WORK REQUIRED
Counting every line in the records below that holds "HtmlTable", give the total and add nothing.

EXERCISE MATERIAL
______________________________

/// <summary>The commissioning report of a site.</summary>
public static class SiteReport
{
    private static readonly CellCategory[] CoverageLegend =
    [
        new("covered", "#dcebd5"),
        new("covered, outside anchor hull", "#56B4E9"),
        new("hole: HDOP above limit", "#E69F00"),
        new("hole: too few anchors", "#D55E00"),
        new("hole: no fix", "#3d1f00"),
        new("inside rack", null),
    ];

    public static string Render(SiteReportInput input)
    {
        ArgumentNullException.ThrowIfNull(input);
        var g = input.Geometry;
        var layout = g.Layout;
        var o = g.Options;
        var doc = new HtmlReport($"Commissioning report: {layout.SiteId}");
        doc.Meta.Add($"site file {input.SiteSource}" + (input.LogSource is null ? string.Empty : $" · log {input.LogSource}")
            + (input.Validation?.ModelName is { } m ? $" · bias model {m}" : string.Empty) + $" · generated {DateTimeOffset.UtcNow:yyyy-MM-dd HH:mm} UTC");
        doc.Meta.Add(FormattableString.Invariant(
            $"{layout.Anchors.Count} anchors · {layout.Racks.Count} racks · floor {g.Floor.Width:0.#} m × {g.Floor.Height:0.#} m · grid {o.GridStepMetres:0.##} m · range limit {o.MaxRangeMetres:0.#} m · rack path tolerance {o.RackPathToleranceMetres:0.0#} m · σ range {o.SigmaToaMetres:0.###} m · HDOP limit {o.HdopLimit:0.##}"));

        Summary(doc, g);
        doc.Section("Geometry findings");
        doc.Findings(g.Findings.Select(f => (f.Severity, f.Message)));
        foreach (var note in input.Notes)
        {
            doc.Paragraph(note);
        }

        AnchorSection(doc, g, input.Log);
        foreach (var h in g.Heights)
        {
            HeightSection(doc, g, h);
        }

        if (input.Validation is { } v)
        {
            ValidationSection(doc, v);
        }

        return doc.ToHtml();
    }

    private static void Summary(HtmlReport doc, SiteGeometry g)
    {
        doc.Section("Summary");
        var items = new List<(string, string)>();
        foreach (var h in g.Heights)
        {
            var open = Math.Max(1, h.OpenCells);
            var good = h.CountOf(CoverageClass.Covered) + h.CountOf(CoverageClass.OutsideHull);
            items.Add((Format.Percent((double)good / open), FormattableString.Invariant($"open floor covered at {h.TagHeight:0.0#} m")));
            items.Add((Format.Number(Median(h.HdopKnownHeight), 2), FormattableString.Invariant($"median HDOP at {h.TagHeight:0.0#} m (height known)")));
            items.Add((h.Holes.Count.ToString(CultureInfo.InvariantCulture), FormattableString.Invariant($"coverage holes at {h.TagHeight:0.0#} m")));
        }

        items.Add((g.Findings.Count(f => f.Severity == "warning").ToString(CultureInfo.InvariantCulture), "geometry warnings"));
        doc.Kpis(items);
        doc.Paragraph("DOP is the position error RMS per metre of single-link range noise (m/m). Height known: ground robots whose tag height is fixed, "
            + "so only x and y are estimated. 3-D: x, y and z estimated. Each cell counts only the anchors it can use: within the range limit, and with a straight line "
            + "to the tag that runs through no more than the rack path tolerance of racks from the site file; the CRLB is the Cramér–Rao bound for that set of anchors with the given range noise.");
    }

    private static void AnchorSection(HtmlReport doc, SiteGeometry g, LogSummary? log)
    {
        doc.Section("Anchors");
        var headers = new List<string> { "anchor", "x (m)", "y (m)", "z (m)", "yaw (°)", "pitch (°)", "roll (°)", "antenna delay (m)", "boresight to floor centre (°)",
            FormattableString.Invariant($"floor within ±{g.Options.LobeHalfAngleDegrees:0} ° (%)") };
        if (log is not null)
        {
            headers.Add("TDOAs heard (count)");
        }

        var table = new HtmlTable([.. headers]);
        foreach (var a in g.Layout.Anchors.Anchors)
        {
            var aim = g.Aims.First(x => x.AnchorId == a.Id);
            var cells = new List<string>
            {
                a.Id, Format.Number(a.Position.X, 2), Format.Number(a.Position.Y, 2), Format.Number(a.Position.Z, 2),
                Format.Number(a.OrientationDegrees.X, 1), Format.Number(a.OrientationDegrees.Y, 1), Format.Number(a.OrientationDegrees.Z, 1),
                Format.Number(a.AntennaDelayMetres, 3), Format.Number(aim.AngleToFloorCentreDegrees, 0), Format.Percent(aim.FloorFractionInLobe, 0),
            };
            if (log is not null)
            {
                cells.Add(log.TdoasPerAnchor.GetValueOrDefault(a.Id).ToString(CultureInfo.InvariantCulture));
            }

            var heardNothing = log is not null && log.TdoasPerAnchor.GetValueOrDefault(a.Id) == 0;
            table.Add(cells, aim.PointsAway || heardNothing ? "warn" : null);
        }

        doc.Table(table, "Anchor positions and orientation (site frame; yaw, pitch, roll applied as Rz·Ry·Rx)");
        if (log is not null)
        {
            doc.Paragraph(FormattableString.Invariant($"The log holds {log.Tdoas} TDOAs from {log.Robots} robots over {log.DurationSeconds:0.#} s and {log.Truths} truth lines. A TDOA counts for both of its anchors."));
        }

        var scene = FloorPlanScene.FromLayout(g.Layout, g.Floor, g.Hull);
        doc.BeginFigures().Figure(FloorPlanChart.Render("Floor plan: racks, anchors and their boresights", scene),
            "Anchor markers are in plan view; the line from each marker is the plan projection of its boresight, so a steeply tilted anchor shows a short line. The dashed outline is the plan-view convex hull of the anchors.")
            .EndFigures();
    }

    private static void HeightSection(HtmlReport doc, SiteGeometry g, HeightGeometry h)
    {
        var label = FormattableString.Invariant($"{h.TagHeight:0.0#} m");
        doc.Section($"Geometry at tag height {label}");
        var scene = FloorPlanScene.FromLayout(g.Layout, g.Floor, g.Hull);
        var (hMin, hMax) = Range(g.Heights.SelectMany(x => new[] { x.HdopKnownHeight, x.Hdop3D }), g.Options.HdopLimit);
        var (vMin, vMax) = Range(g.Heights.Select(x => x.Vdop3D), g.Options.HdopLimit);
        var sigma = g.Options.SigmaToaMetres;
        var f = h.Frame;

        string Tip(int iy, int ix, string text) => FormattableString.Invariant($"x {f.X(ix):0.0#} m, y {f.Y(iy):0.0#} m: {text} ({h.UsableAnchors[iy, ix]} anchors usable)");
        var racks = new bool[f.Ny, f.Nx];
        for (var iy = 0; iy < f.Ny; iy++)
        {
            for (var ix = 0; ix < f.Nx; ix++)
            {
                racks[iy, ix] = h.Coverage[iy, ix] == CoverageClass.InsideRack;
            }
        }

        string?[,] Tips(Func<int, int, string> text)
        {
            var tips = new string?[f.Ny, f.Nx];
            for (var iy = 0; iy < f.Ny; iy++)
            {
                for (var ix = 0; ix < f.Nx; ix++)
                {
                    tips[iy, ix] = h.Coverage[iy, ix] == CoverageClass.InsideRack ? null : Tip(iy, ix, text(iy, ix));
                }
            }

            return tips;
        }

        doc.BeginFigures();
        doc.Figure(FloorPlanChart.Render($"HDOP, height known, tag at {label}", scene,
            new ContinuousLayer(f, h.HdopKnownHeight, "HDOP", "m/m", hMin, hMax) { Hidden = racks, Tooltips = Tips((iy, ix) => "HDOP " + Format.Number(h.HdopKnownHeight[iy, ix])) }),
            "Horizontal DOP for ground robots (tag height fixed). Lower is better.");
        doc.Figure(FloorPlanChart.Render($"Horizontal CRLB RMS, height known, σ = {Format.Number(sigma, 3)} m", scene,
            new ContinuousLayer(f, h.CrlbHorizontalKnownHeight, "CRLB RMS", "m", hMin * sigma, hMax * sigma)
            {
                Hidden = racks,
                Tooltips = Tips((iy, ix) => "horizontal CRLB RMS " + Format.Number(h.CrlbHorizontalKnownHeight[iy, ix]) + " m"),
            }),
            "Best achievable horizontal RMS error (m) of an unbiased estimator with independent range noise σ per link, √(Cxx + Cyy).");
        doc.Figure(FloorPlanChart.Render($"3-D HDOP, tag at {label}", scene,
            new ContinuousLayer(f, h.Hdop3D, "HDOP 3-D", "m/m", hMin, hMax) { Hidden = racks, Tooltips = Tips((iy, ix) => "3-D HDOP " + Format.Number(h.Hdop3D[iy, ix])) }),
            "Horizontal DOP when the height is estimated too (tags on lifts or people).");
        doc.Figure(FloorPlanChart.Render($"3-D VDOP, tag at {label}", scene,
            new ContinuousLayer(f, h.Vdop3D, "VDOP 3-D", "m/m", vMin, vMax) { Hidden = racks, Tooltips = Tips((iy, ix) => "3-D VDOP " + Format.Number(h.Vdop3D[iy, ix])) }),
            "Vertical DOP; large values mean height is weakly observable (little vertical spread of anchors).");

        var categories = new int[f.Ny, f.Nx];
        for (var iy = 0; iy < f.Ny; iy++)
        {
            for (var ix = 0; ix < f.Nx; ix++)
            {
                categories[iy, ix] = (int)h.Coverage[iy, ix];
            }
        }

        var coverageTips = Tips((iy, ix) => CoverageLegend[(int)h.Coverage[iy, ix]].Label + ", HDOP " + Format.Number(h.HdopKnownHeight[iy, ix]));
        doc.Figure(FloorPlanChart.Render($"Coverage at tag height {label}", scene,
            new CategoricalLayer(f, categories, CoverageLegend) { Tooltips = coverageTips },
            h.Holes.Select(x => new PlanHighlight(x.Id, x.Bounds)).ToArray()),
            FormattableString.Invariant($"Hole: fewer than {g.Options.MinimumAnchors} usable anchors, or height-known HDOP above {g.Options.HdopLimit:0.0#}. Orange boxes bound each connected hole."));
        doc.EndFigures();

        if (h.Holes.Count > 0)
        {
            var holes = new HtmlTable("hole", "x from (m)", "x to (m)", "y from (m)", "y to (m)", "area (m²)", "main cause", "fewest anchors (count)", "worst HDOP (m/m)");
            foreach (var x in h.Holes)
            {
                holes.Add(x.Id, Format.Number(x.Bounds.XMin, 1), Format.Number(x.Bounds.XMax, 1), Format.Number(x.Bounds.YMin, 1), Format.Number(x.Bounds.YMax, 1),
                    Format.Number(x.AreaSquareMetres, 1), x.Reason, x.FewestAnchors.ToString(CultureInfo.InvariantCulture), Format.Number(x.WorstHdop, 2));
            }

            doc.Table(holes, $"Coverage holes at tag height {label} (bounding boxes of connected hole cells)");
        }
    }

    private static void ValidationSection(HtmlReport doc, BiasValidation v)
    {
        var hasModel = v.ModelName is not null;
        doc.Section(hasModel ? "Bias-model validation against truth" : "TDOA residuals and tracking accuracy against truth");
        doc.Paragraph(hasModel
            ? $"TDOA residual = measured − true distance difference (m), from {v.Samples} TDOAs paired with interpolated truth. A TDOA counts for both anchors, signed so a positive mean means the anchor's links read long. Robust σ = 1.4826·MAD."
            : $"No bias model given: residuals of the raw TDOAs (measured − true, m) from {v.Samples} TDOAs paired with truth, and the filter's accuracy. Pass --bias-model to see the model's effect.");

        var headers = hasModel
            ? new[] { "anchor", "TDOAs (count)", "mean before (m)", "RMSE before (m)", "robust σ before (m)", "mean after (m)", "RMSE after (m)", "robust σ after (m)", "RMSE change (%)" }
            : ["anchor", "TDOAs (count)", "mean (m)", "RMSE (m)", "robust σ (m)"];
        var table = new HtmlTable(headers);
        foreach (var a in v.PerAnchor.Append(v.Overall))
        {
            var cells = new List<string> { a.AnchorId == "all" ? "all TDOAs" : a.AnchorId, a.Count.ToString(CultureInfo.InvariantCulture), Format.Number(a.MeanBefore, 4), Format.Number(a.RmseBefore, 4), Format.Number(a.RobustSigmaBefore, 4) };
            if (hasModel)
            {
                cells.AddRange([Format.Number(a.MeanAfter, 4), Format.Number(a.RmseAfter, 4), Format.Number(a.RobustSigmaAfter, 4),
                    Format.Signed(100 * (a.RmseAfter - a.RmseBefore) / a.RmseBefore, 1) + " %"]);
            }

            table.Add(cells, a.AnchorId == "all" ? "total" : null);
        }

        doc.Table(table, "Per-anchor TDOA residuals");
        var series = hasModel ? new[] { "RMSE before model", "RMSE after model", "|mean| before", "|mean| after" } : ["RMSE", "|mean|"];
        var groups = v.PerAnchor.Select(a => new BarGroup(a.AnchorId, hasModel
            ? [a.RmseBefore, a.RmseAfter, Math.Abs(a.MeanBefore), Math.Abs(a.MeanAfter)]
            : new[] { a.RmseBefore, Math.Abs(a.MeanBefore) })).ToArray();
        doc.BeginFigures().Figure(Charts.Bars(new ChartSpec("TDOA residuals per anchor", "anchor", "residual (m)") { YMin = 0 }, series, groups),
            "RMSE includes NLOS outliers; |mean| is the anchor's systematic offset.").EndFigures();

        var runs = v.WithModel is null ? new[] { v.WithoutModel } : [v.WithoutModel, v.WithModel];
        doc.Subsection("Tracking accuracy" + (hasModel ? " without and with the model" : string.Empty));
        TrackingSections.AddKpis(doc, runs);
        if (runs.Length > 1)
        {
            doc.Table(TrackingSections.DeltaTable(runs[0], runs[1]), "With the model (B) against without (A)");
        }

        doc.BeginFigures()
            .Figure(TrackingSections.ErrorCdf(runs), "Share of scored truth samples whose horizontal tag error is at most x.")
            .Figure(TrackingSections.ErrorOverTime(runs, out _), "Mean horizontal error of all robots per time bin.")
            .EndFigures();
        foreach (var r in runs)
        {
            doc.Table(TrackingSections.RobotTable(r), $"{r.Label}: {r.Description}");
        }
    }

    private static double Median(double[,] map)
    {
        var values = map.Cast<double>().Where(double.IsFinite).Order().ToArray();
        return values.Length == 0 ? double.NaN : values[values.Length / 2];
    }

    /// <summary>
    /// Colour range shared by maps of one kind, the same at every height: from the smallest value (rounded down to
    /// 0.1) to twice the limit, or to the largest value when that is lower, so a few extreme cells near walls do not
    /// wash out the scale where it matters.
    /// </summary>
    private static (double Min, double Max) Range(IEnumerable<double[,]> maps, double limit)
    {
        var values = maps.SelectMany(m => m.Cast<double>()).Where(double.IsFinite).ToArray();
        if (values.Length == 0)
        {
            return (0, 1);
        }

        var min = Math.Floor(values.Min() * 10) / 10;
        var max = Math.Ceiling(Math.Min(values.Max(), 2 * limit) * 10) / 10;
        return (min, Math.Max(max, min + 0.1));
    }
}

______________________________

ANSWER AREA
3